Непутёвые заметки секретаря Союза журналистов России профессора М.А. Федотова

События последних дней в Тунисе, когда глава государства отрекся от власти и бежал, а российские дипломаты и туроператоры ломают голову, как эвакуировать сограждан, заставляют меня обратиться к путевым заметкам, которые были сделаны два с...

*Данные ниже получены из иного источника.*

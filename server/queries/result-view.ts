import type { z } from "zod";
import { METHODS } from "../../shared/acoustics/methods";
import type { ResultView } from "../../shared/schemas/result";
import { row, rows } from "../lib/db";
import { notFound } from "../lib/errors";
import { type Actor, visible } from "../lib/policy";
import { dayPolicy } from "../policies";
import {
  DAY_FIGURES_COLUMNS,
  type DayFiguresRow,
  presentDayFigures,
} from "../presenters/day-figures";
import { type DayRefs, hydrateDays, ruleSetsOf } from "./day-inputs";
import { wearingSeen, wearingSeenFrom } from "./own-attenuation";

interface Found extends DayFiguresRow {
  workerId: string;
  workerName: string;
  employeeNumber: string;
  timeZone: string;
  computedAt: Date;
  isCurrent: boolean;
  methodVersion: number;
  refs: DayRefs;
}

const SELECT_RESULT = `SELECT ${DAY_FIGURES_COLUMNS("r")}, r.worker_id AS "workerId", w.name AS "workerName", w.employee_number AS "employeeNumber", s.time_zone AS "timeZone",
    r.computed_at AS "computedAt", coalesce(d.current_result_id = r.id, FALSE) AS "isCurrent", r.method_version AS "methodVersion", r.refs
  FROM day_results r JOIN workers w ON w.id = r.worker_id JOIN sites s ON s.id = r.site_id LEFT JOIN days d ON d.worker_id = r.worker_id AND d.date = r.date`;

export async function resultOfDay(actor: Actor, workerId: string, date: string) {
  return view(
    await row<Found>(
      `${SELECT_RESULT} WHERE r.id = d.current_result_id AND r.worker_id = :workerId AND r.date = :date AND ${visible(dayPolicy, actor, "r")}`,
      { workerId, date },
    ),
  );
}

export async function storedResult(actor: Actor, id: string) {
  return view(
    await row<Found>(`${SELECT_RESULT} WHERE r.id = :id AND ${visible(dayPolicy, actor, "r")}`, {
      id,
    }),
  );
}

/** A result with its input built again from the revisions it names, and evaluated by the method version it names. */
async function view(found: Found | null): Promise<z.input<typeof ResultView>> {
  if (!found) throw notFound();
  const { workerId, date, refs, origin } = found;
  const isComputed = origin === "computed";
  const { governing, comparison } = ruleSetsOf(refs);
  const input = isComputed ? (await hydrateDays([{ workerId, date, refs }]))[0]! : null;
  const method = METHODS[found.methodVersion];
  if (isComputed && !method) throw new Error(`method version ${found.methodVersion} is not known`);
  const shifts = !isComputed
    ? []
    : await rows<z.input<typeof ResultView>["shifts"][number]>(
        `SELECT v.shift_id AS id, to_char(v.local_start, 'HH24:MI') AS "localStart", v.length_min AS "lengthMin", v.number AS revision, u.name AS "authorName", v.reason
     FROM shift_revisions v LEFT JOIN users u ON u.id = v.author_id WHERE v.id = ANY (CAST(:ids AS uuid[])) ORDER BY v.local_start`,
        { ids: `{${refs.shifts.map(({ revisionId }) => revisionId).join(",")}}` },
      );
  const levelIds = isComputed
    ? refs.shifts.flatMap(({ tasks }) => tasks.flatMap(({ levelId }) => (levelId ? [levelId] : [])))
    : [];
  const modelIds = isComputed
    ? refs.shifts.flatMap(({ tasks }) =>
        tasks.flatMap(({ use }) =>
          [use?.inner, use?.outer].filter((id): id is string => Boolean(id)),
        ),
      )
    : [];
  const roundIds = isComputed
    ? refs.shifts.flatMap(({ tasks }) =>
        tasks.flatMap(({ seenFrom = [] }) => seenFrom.map(([, roundId]) => roundId)),
      )
    : [];
  const sources = !isComputed
    ? []
    : await rows<{ id: string; label: string; note: string | null }>(
        `SELECT l.id, k.name || ', ' || l.effective_from AS label, nullif(l.source_note, '') AS note FROM task_levels l JOIN tasks k ON k.id = l.task_id WHERE l.id = ANY (CAST(:levelIds AS uuid[]))
     UNION ALL SELECT p.id, m.name || ', ' || p.number, p.reason FROM protector_model_revisions p JOIN protector_models m ON m.id = p.model_id WHERE p.id = ANY (CAST(:modelIds AS uuid[]))
     UNION ALL SELECT o.id, coalesce(u.name, ''), nullif(o.note, '') FROM wearing_rounds o LEFT JOIN users u ON u.id = o.author_id WHERE o.id = ANY (CAST(:roundIds AS uuid[]))`,
        {
          levelIds: `{${levelIds.join(",")}}`,
          modelIds: `{${modelIds.join(",")}}`,
          roundIds: `{${roundIds.join(",")}}`,
        },
      );
  const timedIds = isComputed
    ? refs.shifts.flatMap(({ tasks }) => tasks.flatMap(({ id, use }) => (use ? [id] : [])))
    : [];
  const findings = await rows<{ id: string; kind: string; state: string }>(
    "SELECT f.id, f.kind, f.state FROM finding_evidence e JOIN findings f ON f.id = e.finding_id WHERE e.worker_id = :workerId AND e.date = :date ORDER BY f.opened_at",
    { workerId, date },
  );
  const earlier = await rows<
    DayFiguresRow & { computedAt: Date; isCurrent: boolean; methodVersion: number }
  >(
    `SELECT ${DAY_FIGURES_COLUMNS("r")}, r.computed_at AS "computedAt", coalesce(d.current_result_id = r.id, FALSE) AS "isCurrent", r.method_version AS "methodVersion"
     FROM day_results r LEFT JOIN days d ON d.worker_id = r.worker_id AND d.date = r.date
     WHERE r.worker_id = :workerId AND r.date = :date AND r.id <> :id ORDER BY r.computed_at DESC LIMIT 20`,
    { workerId, date, id: found.resultId },
  );
  return {
    id: found.resultId,
    worker: { id: workerId, name: found.workerName, employeeNumber: found.employeeNumber },
    date,
    timeZone: found.timeZone,
    shifts,
    figures: presentDayFigures(found),
    origin,
    computedAt: found.computedAt.toISOString(),
    isCurrent: found.isCurrent,
    methodVersion: found.methodVersion,
    governing: { key: governing.key, version: governing.version },
    comparison: comparison.map(({ key, version }) => ({ key, version })),
    input,
    evaluation: input && method ? method.evaluateDay(input, governing, comparison) : null,
    sources: Object.fromEntries(sources.map(({ id, label, note }) => [id, { label, note }])),
    findings,
    wearingSeen: await wearingThatDiffers(workerId, date, timedIds),
    earlier: earlier.map((one) => {
      const figures = presentDayFigures(one);
      return {
        id: figures.resultId,
        computedAt: one.computedAt.toISOString(),
        isCurrent: one.isCurrent,
        governingRuleSet: figures.ruleSetKey,
        ruleSetVersion: figures.ruleSetVersion,
        methodVersion: one.methodVersion,
        figures,
      };
    }),
  };
}

/** Less of a difference is within what a few looks can tell, percentage points. Common practice, no source. */
const DIFFERS_FROM_PCT = 10;

/** Tasks whose stated wearing time is not what the rounds of that time saw, or the worker said. */
function wearingThatDiffers(
  workerId: string,
  date: string,
  timedIds: readonly string[],
): Promise<ResultView["wearingSeen"]> {
  return rows<ResultView["wearingSeen"][number]>(
    `SELECT x."taskId", x."taskName", x."statedPct", (x.seen->>0)::int AS "wornCount", (x.seen->>1)::int AS "seenCount",
       CASE WHEN NOT x.sources @> '[["own-report"]]' THEN 'rounds' WHEN x.sources @> '[["round"]]' THEN 'both' ELSE 'own-reports' END AS "from"
     FROM (SELECT DISTINCT t.task_id AS "taskId", k.name AS "taskName", t.worn_pct AS "statedPct",
         ${wearingSeen("CAST(:workerId AS uuid)", "t.task_id", "CAST(:date AS date)")}::jsonb AS seen,
         ${wearingSeenFrom("CAST(:workerId AS uuid)", "t.task_id", "CAST(:date AS date)")}::jsonb AS sources
       FROM shift_tasks t JOIN tasks k ON k.id = t.task_id
       WHERE t.id = ANY (CAST(:timedIds AS uuid[])) AND t.worn_pct IS NOT NULL) x
     WHERE x.seen IS NOT NULL AND abs(100.0 * (x.seen->>0)::int / (x.seen->>1)::int - x."statedPct") > ${DIFFERS_FROM_PCT}
     ORDER BY x."taskName"`,
    { workerId, date, timedIds: `{${timedIds.join(",")}}` },
  );
}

События последних дней в Тунисе, когда глава государства отрекся от власти и бежал, а российские дипломаты и туроператоры ломают голову, как эвакуировать сограждан, заставляют меня обратиться к путевым заметкам, которые были сделаны два с половиной года назад. Летом 2008 года тунисские власти пригласили нас с Леонидом Никитинским принять участие в съезде их правящей партии.

Итак, съезд, рекламируемый как «Конгресс вызова». Знакомо: мы же учили в школе и универе про «съезды победителей», «третий решающий», «четвертый определяющий». Тут вся интрига «вызова» — согласится ли президент Бен Али пойти еще на один срок.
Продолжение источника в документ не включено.